Since my poor pale skin is aclimatised to Edinburgh's recent dreary weather I haven't ventured far off the covered portch the last couple of days...and when I did my poor brother took pity on me and bought me a popsicle to cool me down (I was literally melting on main street).
I need to build up a tolerance to the burning sun, as well as the heat. And the best way to do that is to...obviously...indulge in all the classic canadian treats I can. I need to renew the Canadian in me. First step to this is drinking Tim Hortons coffee and eating as many sour cream glazed doughnuts I can stuff in my face. The second is to try as many different brands of Butter Tart I can get my hands on in Huntsville. I started with a mass produced number from a local supermarket, enjoyed with a cup of tea and a cook book on the porch. It was good as supermarket butter tarts go. The filling was thick...with a decent number of raisins. The pastry was alright.

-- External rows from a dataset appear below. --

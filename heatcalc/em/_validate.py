"""Input checks shared by the electromagnetic functions.

Every check raises :class:`ValueError` with a message that names the argument, shows the
offending value and says what was expected, for example::

    resistivity must be > 0 [ohm m]; got -1e-08

Arrays are checked element by element; the message quotes the first offending element, its
index and how many elements fail. Nothing is clamped or replaced.
"""

from __future__ import annotations

import numpy as np

__all__ = [
    "real_array",
    "positive",
    "non_negative",
    "at_least",
    "less_than",
    "within",
    "scalar_or_array",
]


def _describe(name: str, values: np.ndarray, bad: np.ndarray) -> str:
    """Quote the first bad element of ``values`` (mask ``bad``) for an error message."""
    if values.ndim == 0:
        return f"got {values.item()!r}"
    index = tuple(int(i) for i in np.argwhere(bad)[0])
    shown = index[0] if len(index) == 1 else index
    count = int(np.count_nonzero(bad))
    return (
        f"got {values[index].item()!r} at index {shown} "
        f"({count} of {values.size} elements of {name} fail)"
    )


def real_array(name: str, value, unit: str) -> np.ndarray:
    """Return ``value`` as a float array; raise if it is not real, numeric and finite."""
    try:
        arr = np.asarray(value)
    except Exception as exc:  # pragma: no cover - numpy raises many kinds here
        raise ValueError(f"{name} must be a real number [{unit}]; got {value!r}") from exc
    if arr.dtype == object or not (
        np.issubdtype(arr.dtype, np.number) or np.issubdtype(arr.dtype, np.bool_)
    ):
        raise ValueError(f"{name} must be a real number [{unit}]; got {value!r}")
    if np.iscomplexobj(arr):
        raise ValueError(f"{name} must be real, not complex [{unit}]; got {value!r}")
    arr = arr.astype(float, copy=False)
    bad = ~np.isfinite(arr)
    if np.any(bad):
        raise ValueError(f"{name} must be finite [{unit}]; {_describe(name, arr, bad)}")
    return arr


def positive(name: str, value, unit: str) -> np.ndarray:
    """Return ``value`` as a float array, every element finite and > 0."""
    arr = real_array(name, value, unit)
    bad = ~(arr > 0.0)
    if np.any(bad):
        raise ValueError(f"{name} must be > 0 [{unit}]; {_describe(name, arr, bad)}")
    return arr


def non_negative(name: str, value, unit: str) -> np.ndarray:
    """Return ``value`` as a float array, every element finite and >= 0."""
    arr = real_array(name, value, unit)
    bad = ~(arr >= 0.0)
    if np.any(bad):
        raise ValueError(f"{name} must be >= 0 [{unit}]; {_describe(name, arr, bad)}")
    return arr


def at_least(name: str, value, minimum: float, unit: str) -> np.ndarray:
    """Return ``value`` as a float array, every element finite and >= ``minimum``."""
    arr = real_array(name, value, unit)
    bad = ~(arr >= minimum)
    if np.any(bad):
        raise ValueError(f"{name} must be >= {minimum:g} [{unit}]; {_describe(name, arr, bad)}")
    return arr


def less_than(name: str, value: np.ndarray, other_name: str, other: np.ndarray) -> None:
    """Raise unless ``value < other`` everywhere (after broadcasting)."""
    value_b, other_b = np.broadcast_arrays(value, other)
    bad = ~(value_b < other_b)
    if np.any(bad):
        index = tuple(np.argwhere(bad)[0]) if bad.ndim else ()
        raise ValueError(
            f"{name} must be < {other_name}; got {name}={value_b[index].item()!r} with "
            f"{other_name}={other_b[index].item()!r}"
        )


def within(name: str, value: np.ndarray, low, low_name: str, high, high_name: str) -> None:
    """Raise unless ``low <= value <= high`` everywhere (after broadcasting); no tolerance."""
    value_b, low_b, high_b = np.broadcast_arrays(value, low, high)
    bad = ~((value_b >= low_b) & (value_b <= high_b))
    if np.any(bad):
        index = tuple(np.argwhere(bad)[0]) if bad.ndim else ()
        raise ValueError(
            f"{name} must lie in [{low_name}, {high_name}] = "
            f"[{low_b[index].item()!r}, {high_b[index].item()!r}]; "
            f"got {value_b[index].item()!r}"
        )


def scalar_or_array(result: np.ndarray):
    """Return a numpy scalar for a 0-d result, the array otherwise."""
    result = np.asarray(result)
    return result[()] if result.ndim == 0 else result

The thing about butter tarts is that everybody has a different recipe...and everbody has a different idea of what consitutes the perfect butter tart. The filling can be thick or runny, with or without raisins or nuts, the pastry cane be thick or thin...so many different opinions and options. I am partial to a runny filling but not fussy about raisins or nuts, and as long as the pastry is short I am happy (I can forgive a soggy bottom).
A friend of my mum's came to visit today and brought us a pack of butter tarts from Baysville, a town not far from Huntsville. The pastry was pale, but the filling was perfectly sweet, runny and not a raisin in sight! The difference between these handmade tarts and the store bought ones are immedietly apparent...but I'd happily eat either.
Two butter tarts and a doughnut in my belly...with Tim Hortons coffee now flowing through my veins I think I am just about ready to brave the sun.